In France, the word ‘francophones’ should have meant ‘us’; instead, it has come to mean ‘them’, ‘the others’, ‘foreigners’, ‘people from our former colonies’. And as the meaning drifted, our identities became indurated and old reflexes returned. Few would think to call Flaubert or Celine ‘francophones’; and even those writers who come from abroad are quickly categorised as French writers, so long as they haven’t come from a Third World country; I have never heard Apollinaire or Cioran described as ‘francophones’.

Wilhelm-Apolinary de Kostrowicki, known as Guillaume Apollinaire

In an attempt to find the factors that govern this divide, I recently itemized a long list of names. I would be ashamed to write the results I found. Even if I listed only the factors themselves, I would feel stained. They contain discriminatory subtleties unworthy of France, unworthy of her ideals, unworthy of her place in the history of ideas and of nations.

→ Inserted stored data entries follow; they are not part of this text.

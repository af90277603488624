"""The POA sensor where it feeds an inverter only in part (arrays in several planes, the sensor
in one of them), on invented rows (tests/detect_synth.py).

Such an inverter's plane irradiance mixes the sensor's reading with a modelled plane, so a
stuck sensor does not show in it: the stuck test reads the sensor's own reading.
"""

from __future__ import annotations

import dataclasses

import numpy as np
import pandas as pd
import pytest
from detect_synth import TZ, make_aligned, make_site

from perfcheck import detect
from perfcheck.detect import common, sensor


@pytest.fixture(scope="module")
def mixed():
    site = make_site(n_inverters=1)
    df = make_aligned(site, start="2024-06-01", days=20)
    w = common.wide(df, {"INV1": 10e3}, None, site.tz)
    # the inverter's irradiance is no longer the sensor's alone
    w = dataclasses.replace(w, from_sensor=w.from_sensor & False)
    cs = common.clearsky_poa(w, site.latitude_deg, site.longitude_deg, site.altitude_m,
                             detect._planes(site, w))
    clear = common.clear_days(w, cs[w.inverters])
    reading = w.poa["INV1"].copy()
    stuck = (w.index >= pd.Timestamp("2024-06-10 11:00", tz=TZ)) & (
        w.index < pd.Timestamp("2024-06-10 15:00", tz=TZ))
    reading[stuck] = 612.3
    return w, cs, clear, reading


def test_stuck_sensor_found_in_its_own_reading(mixed):
    w, cs, clear, reading = mixed
    shares = pd.Series({"INV1": 0.5})
    assert sensor.sensor_columns(w) == []
    found = [s for s in sensor.find(w, clear, cs, reading=reading, shares=shares)
             if s.mode == "stuck"]
    # identical readings over four hours of daylight (module docstring: they do not occur by
    # chance; common practice)
    assert len(found) == 1
    assert found[0].start == pd.Timestamp("2024-06-10 11:00", tz=TZ)
    assert found[0].end == pd.Timestamp("2024-06-10 15:00", tz=TZ)
    # without the reading the mixed plane irradiance hides it
    assert not [s for s in sensor.find(w, clear, cs, shares=shares) if s.mode == "stuck"]


def test_correction_takes_the_error_in_the_sensor_share(mixed):
    w, _, _, _ = mixed
    # an inverter fed by the sensor in half its DC sees half a 10 % error of the sensor (first
    # order: power proportional to irradiance, common practice)
    s = sensor.Suspect(start=w.index[0], end=w.index[-1], mode="level", factor=0.9,
                       evidence={}, daily_factor=pd.Series(0.9, index=w.day.unique()),
                       shares={"INV1": 0.5})
    out = sensor.corrected(w, [s])
    ratio = (out.expected["INV1"] / w.expected["INV1"]).dropna()
    np.testing.assert_allclose(ratio.to_numpy(), 1 / 0.95)


def test_reading_carried_to_another_plane_drives_the_inverter(mixed):
    # An inverter whose arrays take the sensor's reading carried to their planes (model:
    # poa_source 'translated') moves with a sensor fault as one in the sensor's plane does:
    # it is driven, though its plane irradiance is not the sensor's own reading. Where its
    # irradiance was transposed from GHI instead (here the mornings), a sensor error found
    # from the power leaves the series alone (first order: power proportional to irradiance,
    # common practice).
    w, _, _, _ = mixed
    assert sensor.has_ghi(w)
    assert sensor.driven_columns(w) == []
    morning = (w.index.tz_convert(TZ).hour < 10)[:, None]
    w = dataclasses.replace(w, translated=w.translated | ~morning)
    assert sensor.sensor_columns(w) == [] and sensor.driven_columns(w) == ["INV1"]
    s = sensor.Suspect(start=w.index[0], end=w.index[-1], mode="level", factor=0.9,
                       evidence={}, daily_factor=pd.Series(0.9, index=w.day.unique()))
    out = sensor.corrected(w, [s])
    ratio = out.expected["INV1"] / w.expected["INV1"]
    day = w.expected["INV1"] > 0
    np.testing.assert_allclose(ratio[day & ~morning[:, 0]], 1 / 0.9)
    np.testing.assert_allclose(ratio[day & morning[:, 0]], 1.0)


def test_an_inverter_carried_from_the_sensor_in_part_is_no_reference():
    # invented truth: three inverters, the sensor 6 % high from 10 June to 15 July; INV3's
    # arrays lie in another plane, whose irradiance the model carries from the sensor's
    # reading in the afternoons (4 of 10 daylight hours or so: not driven) and transposes from
    # GHI in the mornings. Taken as a reference of what moves every inverter but the sensor,
    # INV3 would take back a good part of the fault from the driven inverters' index; it is
    # neither, and the fault is found from the power with its window
    site = make_site(n_inverters=3)
    df = make_aligned(site, start="2024-05-01", days=100, seed=5, faults=[
        {"kind": "sensor", "start": "2024-06-10 00:00", "end": "2024-07-15 00:00",
         "scale": 1.06}])
    w = common.wide(df, {c: 10e3 for c in ("INV1", "INV2", "INV3")}, None, site.tz)
    hour = w.index.tz_convert(TZ).hour.to_numpy()
    morning = hour < 14
    own = w.from_sensor.copy()
    own["INV3"] = False
    carried = w.translated.copy()
    carried["INV3"] = ~morning
    exp, pot = w.expected.copy(), w.potential.copy()
    for frame, modelled in ((exp, w.expected_modelled), (pot, w.potential_modelled)):
        frame.loc[morning, "INV3"] = modelled["INV3"].to_numpy()[morning]
    w = dataclasses.replace(w, from_sensor=own, translated=carried, expected=exp, potential=pot)
    assert sensor.driven_columns(w) == ["INV1", "INV2"]
    cs = common.clearsky_poa(w, site.latitude_deg, site.longitude_deg, site.altitude_m,
                             detect._planes(site, w))
    (s,) = sensor.find(w, common.clear_days(w, cs[w.inverters]), cs)
    assert abs(s.start - pd.Timestamp("2024-06-10", tz=TZ)) <= pd.Timedelta(days=1)
    assert abs(s.end - pd.Timestamp("2024-07-15", tz=TZ)) <= pd.Timedelta(days=1)
    assert s.factor == pytest.approx(1.06, abs=0.015)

Should I reel off a few examples? No, I will stop here. I will say only in a low, solemn but firm voice: let us put an end to this absurdity! Let us use the word ‘‘francophonie” only in the diplomatic and geopolitical sphere; let us make it our habit to say ‘French-language writers’ without rummaging through their identity papers and baggage, or delving into their first names or their skin. Let us consider our earlier blunders as an unhappy detour, a regrettable misunderstanding, and let us set off again on the right foot.

Doing so would align us with what is practiced in the most widespread and conquering of linguistic spaces, those of the English and Spanish languages, which know no segregation of this kind. No one would think to distinguish Spanish writers from ‘hispanophones’, or the English from ‘anglophones’. There are simply English-language writers, whether they are black or blond, or whether they hail from Birmingham, Dublin, Sydney, Calcutta or Johannesburg; and there are Spanish-language writers, whether they are Andalusians, Chileans, Columbians or Guatemalans.

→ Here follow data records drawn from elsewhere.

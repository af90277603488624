"""The monthly job: exit codes, silence when healthy, the lock, re-runs, history and trend.

The analysis stages are replaced by invented check results (the job's mechanics are under test).
"""

from __future__ import annotations

import hashlib
import json
import re

import pytest
from click.testing import CliRunner
from report_fixtures import checked, example_aligned, example_check, write_site

from perfcheck import align, db, monthly, pipeline
from perfcheck.cli import main

OUTAGE = {"kind": "outage", "scope": "inverter:INV1", "start": "2025-06-10T09:00:00+02:00",
          "end": "2025-06-10T15:00:00+02:00", "energy_loss_kwh": 180.0,
          "energy_loss_kwh_low": 170.0, "energy_loss_kwh_high": 190.0,
          "method": "zero output with irradiance and producing siblings", "evidence": {}}


@pytest.fixture()
def job(tmp_path, monkeypatch):
    """A site with an inbox; the stages record what they were given."""
    inbox = tmp_path / "inbox"
    inbox.mkdir()
    (inbox / "box_2025-06.csv").write_text("time,p1\n2025-06-01T12:00:00+02:00,1000\n")
    (inbox / "notes.csv").write_text("not a logger file")  # no logger reads it: left alone
    state = {"ingested": [], "epi": 0.98, "events": []}

    def update(con, site, paths, quiet=True):
        for p in paths:
            state["ingested"].append(p.name)
            digest = hashlib.sha256(p.read_bytes()).hexdigest()
            con.execute("INSERT INTO source_files (file_id, path, logger, sha256, size_bytes, "
                        "rows_read, rows_loaded, rows_duplicate, rows_quarantined, conflicts, "
                        "ingested_at, tool_version) VALUES (nextval('source_file_id'), ?, 'box', "
                        "?, 1, 1, 1, 0, 0, 0, now(), '0.1.0')", [str(p), digest])
        return []

    def view(con, site, start, end):
        r = example_check(start.tz_convert(site.timezone).isoformat(),
                          end.tz_convert(site.timezone).isoformat())
        month = start.tz_convert(site.timezone).strftime("%Y-%m")
        r["metrics"]["monthly"][0]["month"] = month
        r["metrics"]["period"]["epi"] = state["epi"]
        if state.get("no_data"):
            r["metrics"]["period"].update(valid_intervals=0, epi=None, measured_kwh=0.0)
        r["events"] += state["events"]
        return checked(site, r)

    monkeypatch.setattr(pipeline, "update", update)
    monkeypatch.setattr(pipeline, "view", view)
    monkeypatch.setattr(align, "load_aligned", lambda *a, **k: example_aligned())
    return tmp_path, state


def run(tmp_path, *args):
    return CliRunner().invoke(main, ["monthly", str(tmp_path / "site.toml"), *args])


def history(tmp_path):
    con = db.connect(tmp_path / "site.duckdb")
    try:
        return con.execute("SELECT month, epi, status, exit_code FROM history ORDER BY month")\
            .fetchall()
    finally:
        con.close()


def test_healthy_is_silent_and_writes_outputs(job):
    tmp, state = job
    write_site(tmp, "[report]\nunderperformance_threshold_pct = 5\n")
    r = run(tmp, "--month", "2025-06")
    assert r.exit_code == 0 and r.output == ""
    out = tmp / "reports" / "2025-06"
    for name in ("report.html", "report.pdf", "check.json", "events.csv", "monthly.csv"):
        assert (out / name).is_file(), name
    assert state["ingested"] == ["box_2025-06.csv"]
    assert history(tmp) == [("2025-06", 0.98, "healthy", 0)]
    log = (tmp / "reports" / "perfcheck-monthly.log").read_text()
    assert "1 new file(s) in the inbox" in log and "finished with exit code 0" in log
    assert "notes.csv: no [[loggers]] entry matches this file name; left in the inbox" in log


def test_rerun_same_month_same_outputs_one_history_row(job):
    tmp, state = job
    write_site(tmp, "")
    assert run(tmp, "--month", "2025-06").exit_code == 0
    first = json.loads((tmp / "reports" / "2025-06" / "check.json").read_text())
    r = run(tmp, "--month", "2025-06")
    assert r.exit_code == 0
    again = json.loads((tmp / "reports" / "2025-06" / "check.json").read_text())
    assert again == first
    assert state["ingested"] == ["box_2025-06.csv"]  # the second run found nothing new
    assert history(tmp) == [("2025-06", 0.98, "healthy", 0)]
    assert not list((tmp / "reports").glob(".*partial"))


def test_underperformance_exit_1_with_summary(job):
    tmp, state = job
    write_site(tmp, "")
    state["epi"] = 0.944  # below 1 - 5/100 = 0.95, the default threshold
    r = run(tmp, "--month", "2025-06")
    assert r.exit_code == 1 and r.stdout == ""
    assert r.stderr.startswith("perfcheck monthly: Hollowmere test array, 2025-06: "
                               "UNDERPERFORMANCE. EPI 0.944 (0.934–0.954) is below 0.950 "
                               "(report.underperformance_threshold_pct = 5).")
    assert "Top events: partial outage on inverter INV2 412 kWh" in r.stderr
    assert len(r.stderr.strip().splitlines()) == 1  # one paragraph


def test_month_without_data_exit_1_and_no_history_row(job):
    tmp, state = job
    write_site(tmp, "")
    state["no_data"] = True
    r = run(tmp, "--month", "2025-06")
    assert r.exit_code == 1
    assert r.stderr.startswith("perfcheck monthly: Hollowmere test array, 2025-06: NO DATA. "
                               "no data for the month. No data for June 2025: no feed has "
                               "reported yet.")
    assert history(tmp) == []
    assert (tmp / "reports" / "2025-06" / "report.html").is_file()  # the report says so


def test_critical_event_exit_3(job):
    tmp, state = job
    write_site(tmp, "")
    state["events"] = [OUTAGE]
    r = run(tmp, "--month", "2025-06")
    assert r.exit_code == 3
    assert "CRITICAL. 1 critical event(s) (outage), first: outage on inverter INV1" in r.stderr


def test_trend_against_previous_months(job):
    tmp, state = job
    write_site(tmp, "")
    assert run(tmp, "--month", "2025-05").exit_code == 0
    state["epi"] = 0.96
    r = run(tmp, "--month", "2025-06", "--verbose")
    assert r.exit_code == 0
    # 0.96 against the one earlier month's 0.98: down 0.020
    assert "Trend: EPI down 0.020 against the mean of the previous 1 month(s) (0.980)" in r.stderr
    assert [row[0] for row in history(tmp)] == ["2025-05", "2025-06"]


def test_config_errors_exit_2(job):
    tmp, _ = job
    write_site(tmp, "[report]\nunderperformance_threshold_pct = \"five\"\n")
    r = run(tmp, "--month", "2025-06")
    assert r.exit_code == 2
    assert r.stderr.strip() == (f"perfcheck: error: {tmp / 'site.toml'}: "
                                "report.underperformance_threshold_pct: expected a number, "
                                "got str 'five'")


def test_missing_inbox_exit_2(job):
    tmp, _ = job
    (tmp / "site.toml").write_text("")
    write_site(tmp, "")
    text = (tmp / "site.toml").read_text().replace('inbox = "inbox/*.csv"\n', "")
    (tmp / "site.toml").write_text(text)
    r = run(tmp, "--month", "2025-06")
    assert r.exit_code == 2
    assert "site.inbox: not set; the monthly job needs the glob" in r.stderr


def test_lock_second_run_waits_then_gives_up(job):
    tmp, _ = job
    write_site(tmp, "[report]\nlock_wait_s = 0.5\n")
    with monthly.lock(tmp / "site.monthly.lock", 0):
        r = run(tmp, "--month", "2025-06")
    assert r.exit_code == 4
    assert r.stderr.startswith(f"perfcheck: error: {tmp / 'site.monthly.lock'}: another "
                               "perfcheck monthly run holds the lock (pid ")
    assert r.stderr.strip().endswith("gave up after 0.5 s")
    assert run(tmp, "--month", "2025-06").exit_code == 0  # free again once released


@pytest.mark.slow
def test_demo_months_through_the_real_stages(tmp_path):
    """The job on two, then three months of the invented demo plant, stages not replaced."""
    import shutil

    from perfcheck import evidence
    from perfcheck.scenario import demo_dir

    src = demo_dir()
    text = re.sub(r"(?m)^#?\s*inbox\s*=.*$", "", (src / "site.toml").read_text("utf-8"))
    (tmp_path / "site.toml").write_text(text.replace("[site]\n", "[site]\ninbox = "
                                                     "\"incoming/*.csv\"\n", 1))
    inbox = tmp_path / "incoming"
    inbox.mkdir()
    for p in sorted(src.glob("*_2024-0[56].csv")):
        shutil.copy(p, inbox / p.name)
    first = run(tmp_path, "--month", "2024-06")
    assert first.exit_code in (0, 1, 3), first.output
    assert (first.stderr == "") == (first.exit_code == 0)
    out = tmp_path / "reports" / "2024-06"
    doc = json.loads((out / "check.json").read_text())
    again = run(tmp_path, "--month", "2024-06")
    assert again.exit_code == first.exit_code
    redo = json.loads((out / "check.json").read_text())
    assert evidence.json_differences(evidence.strip_volatile(doc),
                                     evidence.strip_volatile(redo)) == []
    log = (tmp_path / "reports" / "perfcheck-monthly.log").read_text()
    assert "4 new file(s) in the inbox" in log and "0 new file(s) in the inbox" in log
    for p in sorted(src.glob("*_2024-07.csv")):
        shutil.copy(p, inbox / p.name)
    assert run(tmp_path, "--month", "2024-07").exit_code in (0, 1, 3)
    assert [row[0] for row in history(tmp_path)] == ["2024-06", "2024-07"]
    # August has no files: exit 1, the feeds that stopped named, no history row
    gone = run(tmp_path, "--month", "2024-08")
    assert gone.exit_code == 1
    assert "NO DATA" in gone.stderr and "No data for August 2024: no feed reported: AC power " \
        "of inverter inv1" in gone.stderr and "(last reading: 2024-07-31 23:5" in gone.stderr
    assert [row[0] for row in history(tmp_path)] == ["2024-06", "2024-07"]


def _hold_database(path: str, ready: str, release: str) -> None:
    import pathlib
    import time

    import duckdb

    con = duckdb.connect(path)  # DuckDB's file lock: no other process may open it
    pathlib.Path(ready).touch()
    while not pathlib.Path(release).exists():
        time.sleep(0.05)
    con.close()


def test_database_held_by_another_process_waits_then_exit_4(job):
    # fuzz finding of issue 10: this exited 2 at once ("cannot open database")
    import multiprocessing as mp
    import time

    tmp, _ = job
    write_site(tmp, "[report]\nlock_wait_s = 0.5\n")
    db.connect(tmp / "site.duckdb").close()
    ready, release = tmp / "ready", tmp / "release"
    child = mp.get_context("spawn").Process(
        target=_hold_database, args=(str(tmp / "site.duckdb"), str(ready), str(release)))
    child.start()
    try:
        deadline = time.monotonic() + 60
        while not ready.exists() and time.monotonic() < deadline:
            time.sleep(0.05)
        r = run(tmp, "--month", "2025-06")
    finally:
        release.touch()
        child.join()
    assert r.exit_code == 4, r.output
    assert r.stderr == (f"perfcheck: error: {tmp / 'site.duckdb'}: another process holds the "
                        "database; gave up after 0.5 s\n")
    assert run(tmp, "--month", "2025-06").exit_code == 0  # free again once released


def test_unreadable_inbox_files_are_logged_and_skipped(job):
    # issue 10: one half-written or foreign file in the inbox blocked every month
    tmp, state = job
    write_site(tmp, "")
    (tmp / "inbox" / "box_2025-05.csv").write_bytes(b"")  # empty: a copy still starting
    (tmp / "inbox" / "box_other.csv").write_text("x;y\n1;2\n")  # no 'time' column
    r = run(tmp, "--month", "2025-06", "--verbose")
    assert r.exit_code == 0, r.output
    assert state["ingested"] == ["box_2025-06.csv"]
    log = (tmp / "reports" / "perfcheck-monthly.log").read_text()
    assert f"{tmp / 'inbox' / 'box_2025-05.csv'}: empty file (0 bytes, no lines); skipped, " \
           "left in the inbox" in log
    assert f"{tmp / 'inbox' / 'box_other.csv'}: line 1: no column 'time'" in log
    assert "notes.csv: no [[loggers]] entry matches this file name; left in the inbox" in log
    assert "1 new file(s) ingested, 2 skipped (unreadable, see the log)" in r.output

The basis for the differences in how the question has been addressed is found not in the character of the nations in question, but rather in the facts of history and demography. England may be the birthplace of the English language, but it is the United States that nowadays sits at its centre. The existence of these two poles — to which a number of others, of varying sizes, can be added — prevents the language from becoming locked into a British-centric attitude. They same is true of Spanish, which is spoken by more people in Mexico or Argentina than it is in its mother country, a fact which, again, guards against any temptation towards Iberian centrism.
We can say that the literatures of the English and Spanish languages have acquired a global perspective thanks to the waning of the influence that the hubs once had on their former dependencies. France hasn’t experienced the same drifting apart, and so remains ensconced at the centre of its linguistic domain, without feeling the need to question or change its attitude.
Certainly, some writers occasionally unite to say that it is vital to move from a France-centred literary attitude to a global one; and that we must be done with the awkward, damaging dichotomy between ‘French’ and ‘francophone’. But old habits of expression die hard.

Do I need to point out that reconciliatory language in no way diminishes diversity? The English language contains Indian literature, Australian literature, Canadian, Nigerian and South-African literatures, Caribbean and Irish literatures, and so on. The same can be said of French. One does not write the same way in Paris as one does in Dakar, Geneva or Liege; Algiers, Casablanca or Beirut; Montreal, Quimper or Fort-de-France.

The diversity of voices will remain. Plainly, it contains a vast literary wealth. What we must abolish are those barren and discriminatory oppositions such as a literature of the North versus a literature of the South; White literature versus Black literature; a literature of the metropolis versus that of the peripheries. The French language must not, for those who have chosen it, become another place of exile.